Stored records
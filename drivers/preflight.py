"""Checks made at arm time on the roles around the supply (issue 3, step 5): the ammeter's
configuration read back, a fresh valid gauge reading below the arm ceiling, the interlock
chain closed. ``preflight()`` raises ``ArmRefused`` naming the first role that forbids
arming and returns what it saw otherwise. The supply's own checks are ``Supply.arm()``."""
from __future__ import annotations

import math
from typing import Optional

from .errors import ArmRefused, DriverError


def preflight(ammeter=None, gauge=None, interlock=None,
              pressure_arm_max_pa: Optional[float] = None) -> dict:
    seen: dict = {}
    if interlock is not None:
        try:
            closed = interlock.chain_closed()
        except DriverError as exc:
            raise ArmRefused(getattr(interlock, "where", "interlock"),
                             f"interlock chain unreadable: {exc.why}") from None
        if not closed:
            raise ArmRefused(getattr(interlock, "where", "interlock"), "interlock chain is open")
        seen["interlock"] = "closed"
    if gauge is not None:
        r = gauge.read()
        where = getattr(gauge, "where", "gauge")
        if r.state not in ("ok", "under-range") or not math.isfinite(r.pa):
            raise ArmRefused(where, f"no valid pressure reading ({r.state})")
        if pressure_arm_max_pa is not None and not r.pa < pressure_arm_max_pa:
            raise ArmRefused(where, f"pressure {r.pa:.3g} Pa is not below the arm ceiling "
                                    f"{pressure_arm_max_pa:.3g} Pa")
        seen["pressure_pa"] = r.pa
    if ammeter is not None:
        seen["ammeter"] = ammeter.verify_config()      # raises ArmRefused on any difference
    return seen
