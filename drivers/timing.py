"""The timing budget of one sample, from the instruments' dialects, and the check that a
sample period can be met.

One sample runs in sequence: the supply setpoint write (when it changes), the ammeter
reading (integration ``nplc / line_hz`` plus the dialect's per-reading overhead plus its
reply time), the supply's voltage (and state) readback, the gauge query (reply time plus
the serial transfer time of command and reply at the port's baud rate: 10 bits per
character for 8N1, common practice, no source). Times are worst cases from the dialects.

(An auto-range overload is re-read up to twice in the same sample; that rare case is not
in the budget: a sample that overruns its deadline is logged as a missed cycle.)
"""
from __future__ import annotations

from dataclasses import dataclass
from typing import Optional, Tuple

from .dialect import Dialect, load_dialect
from .errors import DriverError

BITS_PER_CHAR = 10  # start + 8 data + stop (8N1)


class PeriodTooShort(DriverError):
    """The sample period cannot hold one sample's worst-case exchanges."""


@dataclass(frozen=True)
class Budget:
    items: Tuple[Tuple[str, float], ...]

    @property
    def total_s(self) -> float:
        return sum(s for _, s in self.items)

    def describe(self) -> str:
        parts = ", ".join(f"{what} {s * 1000:.1f} ms" for what, s in self.items)
        return f"{self.total_s * 1000:.1f} ms per sample ({parts})"


def serial_time_s(n_chars: int, baud: float) -> float:
    return n_chars * BITS_PER_CHAR / float(baud)


def sample_budget(plan=None, rig=None, **kw):
    """The hook ``fieldrun plan`` calls: ``sample_budget(plan, rig)`` returns a mapping of
    named parts to seconds with a ``"total"`` entry, and raises ``PeriodTooShort`` when a
    segment's sample period cannot hold one sample. Called with dialects (or nothing)
    instead, it is ``dialect_budget(...)`` and returns a ``Budget``."""
    if plan is not None and hasattr(plan, "segments") and rig is not None:
        budget = rig_budget(rig)
        periods = [p for p in [getattr(plan, "sample_period", None)]
                   + [getattr(s, "sample_period", None) for s in plan.segments] if p]
        if periods:
            check_period(min(periods), budget)
        out = {what: s for what, s in budget.items}
        out["total"] = budget.total_s
        return out
    if plan is not None:
        kw.setdefault("supply", plan)
    if rig is not None:
        kw.setdefault("ammeter", rig)
    return dialect_budget(**kw)


def rig_budget(rig) -> Budget:
    """Budget from a rig's instruments: each one's dialect (default per role) and, for the
    ammeter, ``options: {nplc:, line_hz:, readings_per_sample:}``; the gauge's baud rate
    from a ``serial:...?baud=`` address (in-process and VISA gauges have no serial time)."""
    from .dialect import DEFAULT_DIALECTS
    import re
    chosen = {}
    for inst in getattr(rig, "instruments", ()):
        for role in getattr(inst, "roles", ()):
            if role in DEFAULT_DIALECTS and role not in chosen:
                chosen[role] = inst
    kw: dict = {}
    for role in DEFAULT_DIALECTS:
        inst = chosen.get(role)
        kw[role] = (inst.dialect or DEFAULT_DIALECTS[role]) if inst is not None else None
    am = chosen.get("ammeter")
    opts = dict(getattr(am, "options", None) or {}) if am is not None else {}
    g = chosen.get("gauge")
    baud = None
    serial_gauge = False
    if g is not None:
        m = re.search(r"[?&]baud=(\d+)", g.address)
        baud = float(m.group(1)) if m else None
        serial_gauge = g.address.startswith("serial:") or "://" in g.address
    return dialect_budget(supply=kw["supply"], ammeter=kw["ammeter"], gauge=kw["gauge"],
                          nplc=float(opts.get("nplc", 1.0)), line_hz=float(opts.get("line_hz", 50.0)),
                          readings_per_sample=int(opts.get("readings_per_sample", 1)),
                          gauge_baud=baud, gauge_serial=serial_gauge)


def dialect_budget(supply: Optional[Dialect | str] = "generic-scpi-supply",
                  ammeter: Optional[Dialect | str] = "generic-scpi-picoammeter",
                  gauge: Optional[Dialect | str] = "generic-ascii-gauge",
                  nplc: float = 1.0, line_hz: float = 50.0, readings_per_sample: int = 1,
                  gauge_baud: Optional[float] = None, read_state: bool = True,
                  gauge_serial: bool = True) -> Budget:
    """Worst-case time of one sample, item by item, in the order they run."""
    if not (nplc > 0 and line_hz > 0 and readings_per_sample >= 1):
        raise DriverError("timing", "NPLC, line frequency and readings per sample must be positive")
    items = []
    if supply is not None:
        s = load_dialect(supply, "supply")
        reply = s.number("timing.worst_reply_s")
        items.append(("supply setpoint + *ESR?", reply))
        items.append(("supply voltage readback", reply))
        if read_state:
            items.append(("supply state", reply * 2))
    if ammeter is not None:
        a = load_dialect(ammeter, "ammeter")
        one = nplc / line_hz + a.number("timing.overhead_s", 0.0) + a.number("timing.worst_reply_s")
        items.append((f"ammeter {readings_per_sample} x ({nplc:g} NPLC at {line_hz:g} Hz)",
                      one * readings_per_sample))
    if gauge is not None:
        g = load_dialect(gauge, "gauge")
        t = g.number("timing.worst_reply_s")
        baud = gauge_baud or g.get("serial.baud")
        if baud and gauge_serial:
            chars = len(g.command("read")) + 2 + int(g.get("serial.reply_bytes", 16))
            items.append(("gauge serial transfer", serial_time_s(chars, baud)))
        items.append(("gauge reply", t))
    return Budget(tuple(items))


def check_period(period_s: float, budget: Budget, margin: float = 1.2) -> Budget:
    """Refuse a sample period shorter than ``margin`` x the budget."""
    need = budget.total_s * margin
    if not period_s > 0 or period_s < need:
        raise PeriodTooShort("timing", f"sample period {period_s * 1000:.1f} ms cannot be met: "
                                       f"one sample needs {budget.describe()}, x{margin:g} margin "
                                       f"= {need * 1000:.1f} ms")
    return budget
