"""The transport interface: how bytes reach an instrument, kept apart from what they mean.

Instrument drivers (``drivers.supply`` and friends) talk to a ``Transport`` and never know
which wire they are on. Three kinds implement it:

* VISA through pyvisa (pyvisa-py by default; another backend may be named, never a
  library path): GPIB, USB-TMC, LAN (VXI-11, HiSLIP, raw ``::SOCKET``);
* serial through pyserial: device paths and pyserial's ``socket://`` and ``loop://`` URLs;
* in-process: a Python object implementing ``CommandInterpreter`` (the simulated
  instruments plug in here).

Contract every implementation keeps:

* every call has a finite timeout (seconds, real time);
* one owner thread per session: only the owner calls write/query/read; any thread may
  call ``abort()``, which wakes a blocked call (it then raises ``TransportAborted``);
* after any timeout or abort the session is *untrusted* (``trusted`` is False) and every
  call except ``resync()``/``reopen()``/``close()`` raises until ``resync()`` has flushed
  stale input and seen a sentinel (``*OPC?`` answered ``1``), so a late reply is never
  read as the answer to the next query.
"""
from __future__ import annotations

from typing import Optional, Protocol, runtime_checkable


@runtime_checkable
class CommandInterpreter(Protocol):
    """What an in-process (simulated) instrument offers the in-process transport and the
    loopback server.

    ``handle(line)`` receives one command line (terminator stripped) and returns the
    reply text (no terminator) or ``None`` when the command produces no reply.
    ``reply_delay(line)`` returns the instrument's latency for that line in seconds of
    the instrument's own clock (0 for none, ``math.inf`` for a reply that never comes);
    implementations without quirks may omit it. ``disconnect()`` is called when the
    host side goes away (socket closed, process gone): a supply that keeps its output
    when its host vanishes simply ignores it.
    """

    def handle(self, line: str) -> Optional[str]: ...


class Transport:
    """Base class. Subclasses implement ``_write``, ``_read_line``, ``_close`` and may
    override ``abort``, ``device_clear``, ``reopen`` and the modem-line methods."""

    #: a human-readable resource string, e.g. ``TCPIP::127.0.0.1::5025::SOCKET``
    resource: str = "?"
    #: finite timeout of one call, seconds of real time
    timeout: float = 2.0
    #: False after a timeout or abort until ``resync()`` succeeds
    trusted: bool = True

    def write(self, cmd: str) -> None:  # pragma: no cover - interface
        raise NotImplementedError

    def query(self, cmd: str) -> str:  # pragma: no cover - interface
        raise NotImplementedError

    def read(self) -> str:  # pragma: no cover - interface
        raise NotImplementedError

    def abort(self) -> None:  # pragma: no cover - interface
        """Wake a call blocked in another thread. Safe to call from any thread."""
        raise NotImplementedError

    def resync(self) -> None:  # pragma: no cover - interface
        """Flush stale input (device clear where the bus has one), then confirm with a
        sentinel query. Raises ``DriverError`` if the session cannot be trusted again."""
        raise NotImplementedError

    def reopen(self) -> None:  # pragma: no cover - interface
        """Close the old connection (many instruments take one client only), open a
        fresh one."""
        raise NotImplementedError

    def close(self) -> None:  # pragma: no cover - interface
        raise NotImplementedError

    # Modem/digital lines (serial ports; fake ports in tests). Transports without
    # lines raise DriverError.
    def set_line(self, name: str, level: bool) -> None:  # pragma: no cover - interface
        raise NotImplementedError

    def get_line(self, name: str) -> bool:  # pragma: no cover - interface
        raise NotImplementedError
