"""The per-instrument safe-off latch, shared by every session open to the same instrument.

Keyed by (resource, serial number): a fresh session opened by the deadman and the old,
hung session of the sample loop see the same latch. After ``safe_off()`` the latch is set
and refuses every energising command (voltage, current limit up, output on) until a new
``arm()`` succeeds; each ``arm()`` starts a new *epoch*, so an old session armed in an
earlier epoch stays refused even after someone else re-arms.
"""
from __future__ import annotations

import threading
from dataclasses import dataclass, field
from typing import Dict, Optional, Tuple


@dataclass
class LatchEntry:
    key: Tuple[str, str]
    latched: bool = False
    epoch: int = 0
    #: single-flight safe-off: held while one is running; others wait for its result
    safe_off_lock: threading.Lock = field(default_factory=threading.Lock)
    last_report: object = None
    last_error: Optional[BaseException] = None
    #: set when a second safe_off() caller starts waiting for the running one
    waiter_arrived: threading.Event = field(default_factory=threading.Event)
    #: the driver whose safe_off() is running (so a stuck one can be woken)
    running: object = None
    #: the report of a second caller that took over from a stuck first one
    taken_over: object = None


_REGISTRY: Dict[Tuple[str, str], LatchEntry] = {}
_GUARD = threading.Lock()


def entry(resource: str, serial: str) -> LatchEntry:
    key = (str(resource), str(serial or "?"))
    with _GUARD:
        e = _REGISTRY.get(key)
        if e is None:
            e = _REGISTRY[key] = LatchEntry(key)
        return e


def set_latched(e: LatchEntry) -> None:
    with _GUARD:
        e.latched = True


def new_epoch(e: LatchEntry) -> int:
    """A successful arm: clear the latch, return the new epoch number."""
    with _GUARD:
        e.epoch += 1
        e.latched = False
        return e.epoch


def may_energise(e: LatchEntry, epoch: Optional[int]) -> bool:
    with _GUARD:
        return (not e.latched) and epoch is not None and epoch == e.epoch


def forget_all() -> None:
    """Tests only: drop every latch entry."""
    with _GUARD:
        _REGISTRY.clear()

*TO DO*: In the data above, find the line that contains "from .errors import DriverError" and the line that contains "def total_s(self) ->". Repeat exactly those lines and every line between them, and only those.

*RESPONSE TO THIS EXERCISE*:
from .errors import DriverError

BITS_PER_CHAR = 10  # start + 8 data + stop (8N1)


class PeriodTooShort(DriverError):
    """The sample period cannot hold one sample's worst-case exchanges."""


@dataclass(frozen=True)
class Budget:
    items: Tuple[Tuple[str, float], ...]

    @property
    def total_s(self) -> float:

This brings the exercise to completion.